The next group of tools and techniques involved in finding the root cause contains GC logs, debuggers, database logs and OS-level tooling. These tools were mentioned in between 25% and 32% of the cases. Especially OS tooling was surprisingly unpopular – considering the information you can get via sar, top, iostat and alikes it must be somehow correlated to the low number of operations people responding to the survey.
The sheer number of tools used in this phase definitely exceeded our expectations. An average user applied no less than four different tools before managing to gather enough evidence.
Actual root cause
Finding out what was the actual root cause triggering the performance incident was among the last questions we asked. The 778 responses we got were divided as follows:
In this section we have to admit that launching a survey by a company most known by its memory leak detection capabilities has definitely skewed the results. According to our results, memory leaks are by far the most common performance bottleneck, which we actually refuse to believe ourselves.
The next two root causes in line – either creating too many database queries or inefficient database queries are actually in line with what many would expect. 36% of the respondents listed one of these problems as the root cause for the performance issue at hand.

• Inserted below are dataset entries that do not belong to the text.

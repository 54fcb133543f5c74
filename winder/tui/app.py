"""The winder Textual app: plan view, safety caution and winding monitor.

Two ways in:

* plan first (``winder demo``, ``winder wind`` without ``--headless``): the plan
  view, then on Enter ``start_wind(coil, plan, schedule)`` runs in a worker
  thread (it makes the session and opens the link) and returns a
  :class:`~winder.tui.feed.WindControl`; the monitor opens and, after the
  caution is acknowledged, starts the motor;
* monitor only (``winder resume``): a control made by the caller.

Whatever way the app ends (quit, an exception in a handler, the terminal
closing) the control is closed, which stops the motor first.
"""

from __future__ import annotations

import time
from collections.abc import Callable
from typing import Any

from textual.app import App
from textual.binding import Binding

from winder.errors import WinderError
from winder.tui.feed import WindControl
from winder.tui.monitor_view import MonitorScreen
from winder.tui.plan_view import Planner, PlanScreen

StartWind = Callable[[Any, Any, Any], WindControl]


class WinderApp(App[int]):
    """Plan, caution and monitor screens around one coil."""

    CSS_PATH = "winder.tcss"
    TITLE = "winder"
    ENABLE_COMMAND_PALETTE = False
    BINDINGS = [Binding("ctrl+c", "quit", "Quit", show=False, priority=True)]

    def __init__(self, *, coil: Any = None, planner: Planner | None = None,
                 start_wind: StartWind | None = None, control: WindControl | None = None,
                 plan: Any = None, schedule: Any = None, title: str = "",
                 cautioned: bool = False, autostart: bool = False,
                 clock: Callable[[float], time.struct_time] = time.localtime):
        super().__init__()
        if control is None and coil is None:
            raise ValueError("WinderApp needs a coil to plan or a control to monitor")
        self.coil, self.planner, self.start_wind = coil, planner, start_wind
        self.control: WindControl | None = control
        self.plan, self.schedule = plan, schedule
        self.title_text, self.cautioned, self.autostart = title, cautioned, autostart
        self.clock = clock
        self.monitor: MonitorScreen | None = None
        self.exit_reason = "quit"

    def on_mount(self) -> None:
        self.theme = "textual-dark"
        if self.control is not None:
            self._open_monitor(self.control, self.plan, self.schedule)
        else:
            self.push_screen(PlanScreen(self.coil, self.planner or Planner.default(),
                                        on_wind=self.begin_wind if self.start_wind else None))

    # ----- plan -> monitor
    def begin_wind(self, coil: Any, plan: Any, schedule: Any) -> None:
        """From the plan view: make the session and link off the UI thread, then monitor."""
        if self.control is not None:
            return
        self.notify("opening the session and the link…", timeout=3)
        assert self.start_wind is not None
        start = self.start_wind

        def work() -> None:
            try:
                control = start(coil, plan, schedule)
            except WinderError as err:
                self.call_from_thread(self.notify, str(err), severity="error", timeout=8)
                return
            self.call_from_thread(self._open_monitor, control, getattr(control, "plan", plan),
                                  getattr(control, "schedule", schedule), True)

        self.run_worker(work, thread=True, name="start-wind", exit_on_error=False)

    def _open_monitor(self, control: WindControl, plan: Any, schedule: Any,
                      autostart: bool | None = None) -> None:
        self.control, self.plan, self.schedule = control, plan, schedule
        self.monitor = MonitorScreen(control, plan, schedule, title=self.title_text,
                                     cautioned=self.cautioned,
                                     autostart=self.autostart if autostart is None else autostart,
                                     clock=self.clock)
        self.push_screen(self.monitor)

    # ----- leaving
    def close_control(self, reason: str) -> None:
        """Stop the motor, journal and release the link (idempotent)."""
        if self.monitor is not None:
            self.monitor.close_control(reason)
        elif self.control is not None:
            try:
                self.control.close(reason)
            except WinderError:
                pass

    async def action_quit(self) -> None:
        self.close_control("quit")
        self.exit(0)

    def _handle_exception(self, error: Exception) -> None:
        """An error inside the UI: stop the motor and journal before Textual exits."""
        try:
            self.close_control("crash")
        finally:
            super()._handle_exception(error)


def run_app(app: WinderApp) -> int:
    """Run ``app`` in this terminal; close its control on any way out; return an exit code."""
    reason = "crash"
    try:
        rc = app.run()
        reason = "quit" if app.return_code in (0, None) else "crash"
        return int(rc or app.return_code or 0)
    finally:
        app.close_control(reason)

Amazingly common were synchronization issues – 24% of the respondents listed poor synchronization as a root cause for the performance bottleneck. As we have just recently released solutions in this area, it served as a nice confirmation to our own measurements. Other than this – considering that most Java EE developers should be rather well isolated from the concurrent algorithms it was still a moderately surprising outcome.
Poor caching and inefficient GC were listed next with 22% and 21% of respondents referring to these issues as a root cause. These two can indeed be looked together as often the first triggers the second – poorly built caches tend to trash a lot triggering vicious loops for GC to fight.
Interpreting the rest of the root causes would extend the length of the post beyond the reasonable length. One more thing worth noting is the noticeable amount (10%) of respondents honestly saying that they do not have a clue what caused the performance error. This again confirms the fact that root cause detection is a complex domain, desperately in need for improved tooling.